Keith DeLong

No. 59
- Position: Linebacker

Personal information
- Born: August 14, 1967 (age 58) San Diego, California, U.S.
- Listed height: 6 ft 2 in (1.88 m)
- Listed weight: 235 lb (107 kg)

Career information
- High school: Lawrence (KS)
- College: Tennessee
- NFL draft: 1989: 1st round, 28th overall pick

Career history
- San Francisco 49ers (1989–1993);

Awards and highlights
- Super Bowl champion (XXIV); First-team All-American (1988); First-team All-SEC (1988); Second-team All-SEC (1987);

Career NFL statistics
- Sacks: 1
- Interceptions: 2
- Fumble recoveries: 6
- Stats at Pro Football Reference

= Keith DeLong =

American football player (born 1967)

Keith Allen DeLong (born August 14, 1967) is an American former professional football player who was a linebacker for the San Francisco 49ers of the National Football League (NFL) from 1989 to 1993. He was selected by the 49ers in the first round of the 1989 NFL draft with the 28th overall pick. He earned a Super Bowl ring in his rookie season, in Super Bowl XXIV.

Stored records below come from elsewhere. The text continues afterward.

package coverage

import (
	"bytes"
	"math"
	"reflect"
	"testing"

	"tracelift/axis"
	"tracelift/pipeline"
)

// A table written and read back keeps every case, its page's facts and
// its measurements, so the model can be refitted from it; and restating
// it under the model it was measured with changes no interval. The cases
// are invented for the check.
func TestCSVKeepsPageFacts(t *testing.T) {
	pic := axis.Picture{Digitized: true, ScaleSource: "page", ScaleConfidence: 0.25, LawResidualUV: 42.5,
		PulseAssumed: true, TimeZeroUnsure: true, FaintShare: 0.25, GappyShare: 1.0 / 12, Bilevel: true}
	model := axis.DefaultPictureModel
	m := Meas{Est: 96, Truth: 92, Exact: 93, EngineSD: 1.5, Unit: 1}
	c := Case{N: 7, Condition: "fax", Source: "dipole", Layout: "3x4+1", Verdict: pipeline.Care, Reasons: []string{"scale_guessed", "no_pulse"},
		Page: pic, MeanConf: 0.71, Doubts: axis.Doubts{TimeRatio: 0.5}, Meas: map[string]Meas{"qrs": m}, GeneratorAxisDeg: math.NaN()}
	m.Lo, m.Hi = bounds("qrs", m, c, model)
	if !(m.Lo < m.Est/2 && m.Hi > m.Est) {
		t.Fatalf("interval [%v, %v] of a page whose time scale is in doubt does not hold half the value read, %v", m.Lo, m.Hi, m.Est/2)
	}
	m.PictureSD = pic.Factor("qrs", c.MeanConf, c.Doubts) * model.QRSMS
	c.Meas["qrs"] = m
	failed := Case{N: 8, Condition: "rotated", Err: "no grid", Verdict: pipeline.NotReadable, GeneratorAxisDeg: math.NaN()}
	var b bytes.Buffer
	if err := WriteCSV(&b, []Case{c, failed}); err != nil {
		t.Fatal(err)
	}
	back, err := ReadCSV(&b)
	if err != nil {
		t.Fatal(err)
	}
	if len(back) != 2 {
		t.Fatalf("%d cases read back, want 2", len(back))
	}
	got := back[0]
	if !reflect.DeepEqual(got.Page, pic) || got.MeanConf != c.MeanConf || got.Doubts != c.Doubts || !reflect.DeepEqual(got.Meas, c.Meas) || !reflect.DeepEqual(got.Reasons, c.Reasons) {
		t.Errorf("read back %+v\nwant %+v", got, c)
	}
	if back[1].Page.Digitized || back[1].Err != "no grid" || len(back[1].Meas) != 0 {
		t.Errorf("failed case read back as %+v", back[1])
	}
	re := Restate(back, model)[0].Meas["qrs"]
	if math.Abs(re.Lo-m.Lo) > 1e-9 || math.Abs(re.Hi-m.Hi) > 1e-9 || math.Abs(re.PictureSD-m.PictureSD) > 1e-9 {
		t.Errorf("restated [%v, %v] sd %v, want [%v, %v] sd %v", re.Lo, re.Hi, re.PictureSD, m.Lo, m.Hi, m.PictureSD)
	}
	if _, err := ReadCSV(bytes.NewBufferString("case,condition\n1,clean\n")); err == nil {
		t.Error("a table of another header was read")
	}
}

DeLong is the son of SEC Legend and Outland Trophy winner Steve DeLong. He is one of only a handful of father/son combinations who both played at the NFL level. Both attended the University of Tennessee. He was married to Marla Murrah, the niece of country songwriter Roger Murrah, and they had three children, two daughters and a son.